Thursday, January 3, 2013

Hires Big H

I spent the holidays in my hometown. I haven't been there in over year. While somethings have stayed the same, there are alot of differences. While I was growing up the town was full of small businesses. We went to a little Ace Hardware store for all our home improvement needs. We frequented the bakery that my mom use to work at during high school called Hunk-a-Bread. My grandparetns met at The BlueBird Restaurant. Our favorite pizza place was Papa Kelseys. People buy their wedding rings at Needham Jewlers. "Middle of the block at the sign of the clock." (That last bit was their tagline.) But now the hardware store is gone. The bakery has been replaced with a Pretzel Maker and my family makes daily trips to one of the two Walmarts in a town of just over 50,000 people. When I moved out of Cache Valley, Utah we didn't have a Starbucks. We had Citrus and Sage or Cafe Ibis. There were no Jimmy Johns. We went to Logan's Heros. But now the main street nostaligia is covered with Chic-fil-A, Home Depot, Ulta, Walgreens, PetSmart, Kohls, 2 Walmarts, Noodles and Company, Michaels, Staples, and many more all too familiar names. These are the types of names I expect to see in a big city, not my little happy valley.

The BlueBird. My grandma worked as a waitress while
frequent customer, grandpa, stole her heart.
So why I am crying about the corporal rape of my home town? I need you to understand how happy I was when I saw the below image.

 While shopping with my mom at the grocery store, Macey's, which is thankfully is a Utah original, we were walking through the baking aisle. At the end of the aisle there were a few shelves full of ice cream toppings. There were the usual Hershey's, Smucker's, Keebler's, Reese's, and all the other brands that specialize in making ice cream even more delicious. But in the middle of this big brand snooze fest, there was a beacon of hope. Hires Big H  sat on a shelf about the height of my elbows. The packaging was so clean and refreshing. In a crowd of ice cream condiments that were screaming "HEY! Look at ME!!!" Hires was sitting their like a cool and sophisticated wallflower.
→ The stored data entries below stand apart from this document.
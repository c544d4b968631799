//! Checks of the ring's shadow, daily mean and sky against independent computations.

use std::f64::consts::{FRAC_PI_2, PI, TAU};

use glam::DVec3;

use super::daily_mean::{ring_daily_mean_w_m2, ring_day_moments};
use super::shadow::RingGeometry;
use crate::lighting::LightMode;
use crate::seasons::SeasonMark;
use crate::world::{AnnulusSpec, RingSpec};
use crate::{Place, Planet, WorldSpec};

/// A small seeded generator (SplitMix64; Steele, Lea & Flood 2014) so the random checks repeat.
struct SplitMix(u64);

impl SplitMix {
    fn next(&mut self) -> f64 {
        self.0 = self.0.wrapping_add(0x9E37_79B9_7F4A_7C15);
        let mut z = self.0;
        z = (z ^ (z >> 30)).wrapping_mul(0xBF58_476D_1CE4_E5B9);
        z = (z ^ (z >> 27)).wrapping_mul(0x94D0_49BB_1331_11EB);
        ((z ^ (z >> 31)) >> 11) as f64 / (1u64 << 53) as f64
    }

    fn range(&mut self, lo: f64, hi: f64) -> f64 {
        lo + (hi - lo) * self.next()
    }
}

/// A place from radians.
fn rad_place(latitude_rad: f64, longitude_rad: f64) -> Place {
    Place {
        latitude_rad,
        longitude_rad,
    }
}

fn annulus(inner: f64, outer: f64, tau: f64) -> AnnulusSpec {
    AnnulusSpec {
        name: String::new(),
        inner_radius_km: inner,
        outer_radius_km: outer,
        optical_depth: tau,
    }
}

/// An invented ringed test world: obliquity, planet radius (km) and annuli given.
fn ringed(obliquity_deg: f64, radius_km: f64, annuli: Vec<AnnulusSpec>) -> Planet {
    let text = format!(
        r#"(name: "Annulet", star: (temperature_k: 5772, radius_r_sun: 1, flux_at_mean_distance_w_m2: 1361),
            orbit: (semi_major_axis_au: 1, eccentricity: 0.03, periapsis_longitude_deg: 40, period_days: 300),
            spin: (obliquity_deg: {obliquity_deg}, solar_day_hours: 21),
            body: (radius_km: {radius_km}))"#
    );
    let mut spec = WorldSpec::from_ron_str(&text).unwrap();
    spec.ring = Some(RingSpec { annuli });
    Planet::new(&spec).unwrap()
}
I picked up a bottle and started reading. "For flavoring colas, rootbeer, and other sodas, lemonade, milkshakes, ice cream, and snow cones." The packaging had given shoppers the nostalgic bliss of an old timey Soda Shop. I read more about the product. Hires Big H was a Drive-In that opened in Salt Lake City in 1956. The small Drive-In has been opened ever since. I still have memories of going there a few times with my family as a kid.
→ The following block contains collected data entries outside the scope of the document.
/// Updates [`LocalConditions`] of every [`SurfacePlace`] when due, and of moved places every
/// frame.
#[allow(
    clippy::too_many_arguments,
    reason = "a Bevy system's parameters are its data access"
)]
pub(crate) fn update_observers(
    world: Res<ActiveWorld>,
    clock: Res<WorldClock>,
    settings: Res<InsolaSettings>,
    climate: Option<Res<SeasonalClimate>>,
    real: Res<Time<Real>>,
    mut instant: ResMut<ObserverInstant>,
    mut cadence: Local<ObserverCadence>,
    mut observers: Query<(Ref<SurfacePlace>, &mut LocalConditions)>,
) {
    let Some(planet) = world.planet() else {
        return;
    };
    // Without the climate part, observers report the sky and no temperature.
    let climate = climate.as_deref();
    let map = climate.and_then(SeasonalClimate::map_model_arc);
    let climate_ready = (
        climate.is_some_and(SeasonalClimate::is_ready),
        map.as_ref().map(|m| Arc::as_ptr(m) as usize),
    );
    let now_real = real.elapsed_secs_f64();
    let now_world = clock.world_time_s();
    let forced = cadence.last_real_s.is_none()
        || cadence.generation != world.generation()
        || cadence.climate_ready != climate_ready
        || clock.jumped_this_frame();
    let due = forced
        || match settings.observer_interval {
            ObserverInterval::EveryFrame => true,
            ObserverInterval::RealSeconds(s) => {
                now_real - cadence.last_real_s.unwrap_or(0.0) >= s as f64
            }
            ObserverInterval::WorldSeconds(s) => (now_world - cadence.last_world_s).abs() >= s,
        };
    if due {
        // Counting stops at the threshold: a full count visits every entity.
        let many = observers.iter().take(TABLE_MIN_PLACES).count() == TABLE_MIN_PLACES;
        cadence.frame = match climate.and_then(SeasonalClimate::model_arc) {
            Some(model) if many && map.is_some() => {
                let year_fraction = model.year_fraction(now_world);
                let snapshot = cadence.table(model.clone(), year_fraction);
                let map = map.as_deref().expect("checked above");
                ObserverFrame::with_map_table(planet, now_world, map, year_fraction, &snapshot)
            }
            Some(model) if many => {
                let snapshot = cadence.table(model.clone(), model.year_fraction(now_world));
                ObserverFrame::with_table(planet, now_world, &snapshot)
            }
            _ => ObserverFrame::new(planet, now_world, climate),
        };
        cadence.last_real_s = Some(now_real);
        cadence.last_world_s = now_world;
        cadence.generation = world.generation();
        cadence.climate_ready = climate_ready;
        instant.world_time_s = Some(now_world);
    }
    let frame = &cadence.frame;
    if !due {
        // Only places that moved since the last run.
        observers
            .par_iter_mut()
            .for_each(|(place, mut conditions)| {
                if place.is_changed() {
                    *conditions = frame.conditions(&place);
                }
            });
        return;
    }
    // Every place: walk the component columns as slices (no per-entity bookkeeping), split
    // across the compute threads. A layout that is not dense falls back to entity iteration.
    match observers.contiguous_iter_mut() {
        Ok(columns) => {
            for (places, mut conditions) in columns {
                update_columns(frame, &places, &mut conditions);
            }
        }
        Err(_) => observers
            .par_iter_mut()
            .for_each(|(place, mut conditions)| *conditions = frame.conditions(&place)),
    }
}

/// Places per task when a column is split across threads.
const PLACES_PER_TASK: usize = 16_384;

/// Writes `conditions[i]` for `places[i]`, in parallel on the compute task pool if there is one.
fn update_columns(
    frame: &ObserverFrame,
    places: &[SurfacePlace],
    conditions: &mut [LocalConditions],
) {
    let fill = |places: &[SurfacePlace], conditions: &mut [LocalConditions]| {
        frame.fill(places, conditions);
    };
    let pool = bevy::tasks::ComputeTaskPool::try_get();
    match pool {
        Some(pool) if places.len() > PLACES_PER_TASK => {
            // One chunk per thread, the calling thread included.
            let chunk = places
                .len()
                .div_ceil(pool.thread_num() + 1)
                .max(PLACES_PER_TASK);
            pool.scope(|scope| {
                for (p, c) in places.chunks(chunk).zip(conditions.chunks_mut(chunk)) {
                    scope.spawn(async move { fill(p, c) });
                }
            });
        }
        _ => fill(places, conditions),
    }
}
So I got to thinking. There has got to be a lot of people with the same experience as me. Twenty-somethings going back home to discover all their favorite local places have been replaced with corporate industries. I bet even the parents and grandparetns feel the same way. It's kind of sad to go into a grocery store and discover that your favorite shampoo or the cereal you're brand loyal to has changed it's packaging to a hipper, more corporate feeling design.

I think people now days yearn for the feeling of nostalgia. We like the old because it reminds us of our childhood, a simpler, carefree time. Even if I didn't grow up in the 1950's, I still remember my grandparents talking about it. They talk about all the fun they had. I see pictures of my grandma cooking in the 60s in her A-line dress and her hair in a beehive. Those are times older relatives laugh about but I can never be a part of those memories and I want to be. Those were the days, according to grandma, when things were made to last. Things were made with quality. It wasn't about having the most. It was about having the best. Somewhere our ideals have changed.
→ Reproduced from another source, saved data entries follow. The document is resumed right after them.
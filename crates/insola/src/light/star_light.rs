//! The star's light at the ground: the main entry of the light module.
//!
//! [`StarLightModel`] is built once from the star's effective temperature and the world's
//! atmosphere. It works out the star's black-body spectrum, its luminous efficacy and colour,
//! and a table of the direct beam's transmission and colour over air mass (256 rows, uniform in
//! ln m from the zenith to the horizon). A query then costs one air-mass formula and one table
//! look-up.
//!
//! Direct beam: spectral transmission exp(−τ(λ) m) (see `extinction`) with the Kasten & Young
//! air mass at the refracted (apparent) altitude, times the fraction of the star's disc above
//! the horizon (a uniform disc cut by a straight horizon), so the light fades out continuously
//! at rise and set. Limb darkening, the flattening of the disc by refraction and the planet's
//! curvature at the horizon are not modelled.

use serde::{Deserialize, Serialize};

use super::airmass::{HORIZON_AIR_MASS_KY89, apparent_altitude, relative_air_mass};
use super::colour::{LightColour, blackbody_luminous_efficacy, light_colour_of_ln_spectrum};
use super::extinction::Extinction;
use super::horizon::{disc_fraction_above_rise, find_rise_altitude};
use super::sky_light::{SkyLight, SkyModel};
use super::spectrum::{SPECTRUM_LEN, planck_spectral_exitance, wavelength_nm};
use super::twilight::TwilightPhase;
use crate::error::{SpecError, check_range};
use crate::world::AtmosphereSpec;

/// Lowest star effective temperature accepted, in kelvin.
pub const MIN_STAR_TEMPERATURE_K: f64 = 500.0;
/// Highest star effective temperature accepted, in kelvin.
pub const MAX_STAR_TEMPERATURE_K: f64 = 100_000.0;
/// Default angular radius of the star's disc, in radians: the Sun seen from 1 au (validation
/// reference, R☉ = 6.957 × 10⁸ m over 1.496 × 10¹¹ m); set the world's own with
/// [`StarLightModel::with_star_angular_radius`].
pub const DEFAULT_STAR_ANGULAR_RADIUS_RAD: f64 = 4.65e-3;

const TABLE_LEN: usize = 256;

/// Light of the star's disc: illuminance on a surface facing the star, and its colour.
#[derive(Debug, Clone, Copy, PartialEq, Serialize, Deserialize)]
pub struct BeamLight {
    /// Illuminance on a surface normal to the beam, in lux.
    pub illuminance_lux: f64,
    /// Colour of the beam.
    pub colour: LightColour,
}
I think alot of designers now days are borrowing from mid-century design because it was simple. These designs give the feeling of quality. I'm not saying that we all stick a retro soda shop man on our packaging. I'm saying that we make it simple and smart. Apple products come in probably the best packaing I have ever seen but they are just white boxes with a straight on product shot. That's all they are. Simple.